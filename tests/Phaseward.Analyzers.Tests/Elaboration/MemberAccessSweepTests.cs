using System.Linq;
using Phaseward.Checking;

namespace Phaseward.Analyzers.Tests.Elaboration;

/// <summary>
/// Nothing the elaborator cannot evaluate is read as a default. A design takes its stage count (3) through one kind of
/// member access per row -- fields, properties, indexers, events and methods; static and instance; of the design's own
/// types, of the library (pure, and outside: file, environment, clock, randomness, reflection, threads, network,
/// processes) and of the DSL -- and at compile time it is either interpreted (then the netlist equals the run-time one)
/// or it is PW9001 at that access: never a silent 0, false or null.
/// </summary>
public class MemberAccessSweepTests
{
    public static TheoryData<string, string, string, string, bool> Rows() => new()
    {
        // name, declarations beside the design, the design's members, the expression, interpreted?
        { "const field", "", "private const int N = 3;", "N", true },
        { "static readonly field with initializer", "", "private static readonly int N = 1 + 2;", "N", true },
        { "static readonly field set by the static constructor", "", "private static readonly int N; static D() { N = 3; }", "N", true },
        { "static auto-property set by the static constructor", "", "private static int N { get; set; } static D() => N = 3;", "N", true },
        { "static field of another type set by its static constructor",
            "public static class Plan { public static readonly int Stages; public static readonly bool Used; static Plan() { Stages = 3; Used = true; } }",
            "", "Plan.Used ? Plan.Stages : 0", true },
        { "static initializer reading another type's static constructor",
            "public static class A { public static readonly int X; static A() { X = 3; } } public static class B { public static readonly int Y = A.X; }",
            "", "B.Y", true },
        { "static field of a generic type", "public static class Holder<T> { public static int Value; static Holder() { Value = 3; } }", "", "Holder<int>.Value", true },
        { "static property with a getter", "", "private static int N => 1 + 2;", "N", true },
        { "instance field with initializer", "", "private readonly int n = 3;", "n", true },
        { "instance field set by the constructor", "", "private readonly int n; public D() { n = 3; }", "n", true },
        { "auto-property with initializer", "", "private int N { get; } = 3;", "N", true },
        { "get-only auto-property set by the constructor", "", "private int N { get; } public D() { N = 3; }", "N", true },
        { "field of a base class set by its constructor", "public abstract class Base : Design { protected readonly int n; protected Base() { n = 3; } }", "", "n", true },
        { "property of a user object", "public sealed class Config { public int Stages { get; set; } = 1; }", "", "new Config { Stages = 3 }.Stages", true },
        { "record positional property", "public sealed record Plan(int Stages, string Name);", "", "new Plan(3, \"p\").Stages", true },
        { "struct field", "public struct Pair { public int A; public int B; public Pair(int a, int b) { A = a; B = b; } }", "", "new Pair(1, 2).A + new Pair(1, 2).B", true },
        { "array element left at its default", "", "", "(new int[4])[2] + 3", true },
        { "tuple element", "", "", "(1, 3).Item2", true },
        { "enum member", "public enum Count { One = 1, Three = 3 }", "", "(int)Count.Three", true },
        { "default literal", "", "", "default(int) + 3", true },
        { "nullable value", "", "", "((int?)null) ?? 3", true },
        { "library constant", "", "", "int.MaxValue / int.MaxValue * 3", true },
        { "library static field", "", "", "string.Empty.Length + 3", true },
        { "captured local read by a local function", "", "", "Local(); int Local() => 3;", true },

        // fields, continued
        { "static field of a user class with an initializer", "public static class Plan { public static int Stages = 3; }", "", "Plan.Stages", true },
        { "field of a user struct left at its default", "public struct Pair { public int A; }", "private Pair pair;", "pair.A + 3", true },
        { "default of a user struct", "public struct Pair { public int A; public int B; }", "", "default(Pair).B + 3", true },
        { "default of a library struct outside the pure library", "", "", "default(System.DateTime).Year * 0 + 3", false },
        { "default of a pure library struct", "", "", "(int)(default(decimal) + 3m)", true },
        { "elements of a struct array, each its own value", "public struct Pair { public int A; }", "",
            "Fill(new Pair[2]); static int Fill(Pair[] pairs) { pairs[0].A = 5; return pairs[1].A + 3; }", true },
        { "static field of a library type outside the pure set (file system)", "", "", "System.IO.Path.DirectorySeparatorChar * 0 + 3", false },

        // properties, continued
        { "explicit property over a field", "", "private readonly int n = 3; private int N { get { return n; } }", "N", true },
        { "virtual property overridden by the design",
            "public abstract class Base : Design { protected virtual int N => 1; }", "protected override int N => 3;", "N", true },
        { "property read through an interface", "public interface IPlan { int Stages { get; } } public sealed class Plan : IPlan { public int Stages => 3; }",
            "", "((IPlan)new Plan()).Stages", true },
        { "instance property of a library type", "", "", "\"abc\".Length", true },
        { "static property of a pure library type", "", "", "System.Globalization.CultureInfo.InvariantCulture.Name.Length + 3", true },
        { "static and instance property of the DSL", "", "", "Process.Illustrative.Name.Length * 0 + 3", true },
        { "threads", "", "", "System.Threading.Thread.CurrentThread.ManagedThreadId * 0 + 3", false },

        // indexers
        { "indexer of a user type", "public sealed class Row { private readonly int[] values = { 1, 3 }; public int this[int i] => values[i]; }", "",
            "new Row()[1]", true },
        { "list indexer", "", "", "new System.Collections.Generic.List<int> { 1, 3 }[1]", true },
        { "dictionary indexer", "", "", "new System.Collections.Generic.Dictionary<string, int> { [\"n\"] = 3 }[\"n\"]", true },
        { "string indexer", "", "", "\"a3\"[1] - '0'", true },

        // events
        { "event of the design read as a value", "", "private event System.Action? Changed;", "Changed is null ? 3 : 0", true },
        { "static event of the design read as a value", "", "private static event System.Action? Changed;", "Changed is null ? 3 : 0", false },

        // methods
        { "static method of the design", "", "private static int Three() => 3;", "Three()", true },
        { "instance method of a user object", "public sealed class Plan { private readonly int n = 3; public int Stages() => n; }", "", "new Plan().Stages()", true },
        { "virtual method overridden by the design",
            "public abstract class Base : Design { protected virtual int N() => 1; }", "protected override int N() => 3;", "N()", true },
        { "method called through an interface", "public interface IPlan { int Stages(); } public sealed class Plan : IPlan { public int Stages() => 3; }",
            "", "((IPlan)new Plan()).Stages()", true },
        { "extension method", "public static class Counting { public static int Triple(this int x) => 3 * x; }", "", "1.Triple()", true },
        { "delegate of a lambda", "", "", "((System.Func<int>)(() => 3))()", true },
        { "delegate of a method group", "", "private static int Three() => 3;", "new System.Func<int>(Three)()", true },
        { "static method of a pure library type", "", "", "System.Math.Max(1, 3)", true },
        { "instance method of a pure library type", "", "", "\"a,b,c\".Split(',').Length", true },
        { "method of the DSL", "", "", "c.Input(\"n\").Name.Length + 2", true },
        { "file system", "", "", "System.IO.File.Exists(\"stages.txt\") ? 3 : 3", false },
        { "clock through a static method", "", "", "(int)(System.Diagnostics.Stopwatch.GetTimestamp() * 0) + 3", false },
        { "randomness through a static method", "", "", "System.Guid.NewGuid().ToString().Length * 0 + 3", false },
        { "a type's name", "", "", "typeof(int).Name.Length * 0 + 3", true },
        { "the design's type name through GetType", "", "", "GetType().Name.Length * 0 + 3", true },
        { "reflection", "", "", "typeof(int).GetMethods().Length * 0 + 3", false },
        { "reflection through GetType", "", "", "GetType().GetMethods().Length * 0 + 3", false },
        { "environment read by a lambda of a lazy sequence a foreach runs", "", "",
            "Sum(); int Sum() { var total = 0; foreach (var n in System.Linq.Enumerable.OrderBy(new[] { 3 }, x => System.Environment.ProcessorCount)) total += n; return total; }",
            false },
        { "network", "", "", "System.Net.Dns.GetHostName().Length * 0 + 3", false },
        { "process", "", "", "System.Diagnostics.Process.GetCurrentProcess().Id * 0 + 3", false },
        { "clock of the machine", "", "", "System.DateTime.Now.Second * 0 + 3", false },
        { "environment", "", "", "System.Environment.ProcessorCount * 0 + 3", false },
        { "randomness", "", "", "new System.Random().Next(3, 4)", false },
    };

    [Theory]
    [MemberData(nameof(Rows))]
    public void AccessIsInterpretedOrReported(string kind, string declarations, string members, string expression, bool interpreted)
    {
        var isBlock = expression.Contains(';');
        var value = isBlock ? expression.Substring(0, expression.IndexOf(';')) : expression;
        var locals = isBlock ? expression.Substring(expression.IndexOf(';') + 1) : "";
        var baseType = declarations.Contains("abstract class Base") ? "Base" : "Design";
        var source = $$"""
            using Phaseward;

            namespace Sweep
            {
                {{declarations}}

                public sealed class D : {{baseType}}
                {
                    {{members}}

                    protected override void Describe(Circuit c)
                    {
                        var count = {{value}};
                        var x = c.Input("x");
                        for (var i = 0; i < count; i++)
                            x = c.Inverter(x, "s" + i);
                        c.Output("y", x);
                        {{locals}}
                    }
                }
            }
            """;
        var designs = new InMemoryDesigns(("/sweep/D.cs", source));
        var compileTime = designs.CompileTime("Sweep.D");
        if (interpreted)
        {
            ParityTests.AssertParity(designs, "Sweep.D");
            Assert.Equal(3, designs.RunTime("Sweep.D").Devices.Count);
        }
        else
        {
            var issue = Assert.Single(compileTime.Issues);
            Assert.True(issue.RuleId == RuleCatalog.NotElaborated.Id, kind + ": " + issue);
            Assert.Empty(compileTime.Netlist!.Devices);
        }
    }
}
- - -
**Directions for this task:** All lines above between those holding "static class A" and "sealed class Config", inclusive, must be set down unchanged, and no other line may be included.

**Output for this task:**
            "public static class A { public static readonly int X; static A() { X = 3; } } public static class B { public static readonly int Y = A.X; }",
            "", "B.Y", true },
        { "static field of a generic type", "public static class Holder<T> { public static int Value; static Holder() { Value = 3; } }", "", "Holder<int>.Value", true },
        { "static property with a getter", "", "private static int N => 1 + 2;", "N", true },
        { "instance field with initializer", "", "private readonly int n = 3;", "n", true },
        { "instance field set by the constructor", "", "private readonly int n; public D() { n = 3; }", "n", true },
        { "auto-property with initializer", "", "private int N { get; } = 3;", "N", true },
        { "get-only auto-property set by the constructor", "", "private int N { get; } public D() { N = 3; }", "N", true },
        { "field of a base class set by its constructor", "public abstract class Base : Design { protected readonly int n; protected Base() { n = 3; } }", "", "n", true },
        { "property of a user object", "public sealed class Config { public int Stages { get; set; } = 1; }", "", "new Config { Stages = 3 }.Stages", true },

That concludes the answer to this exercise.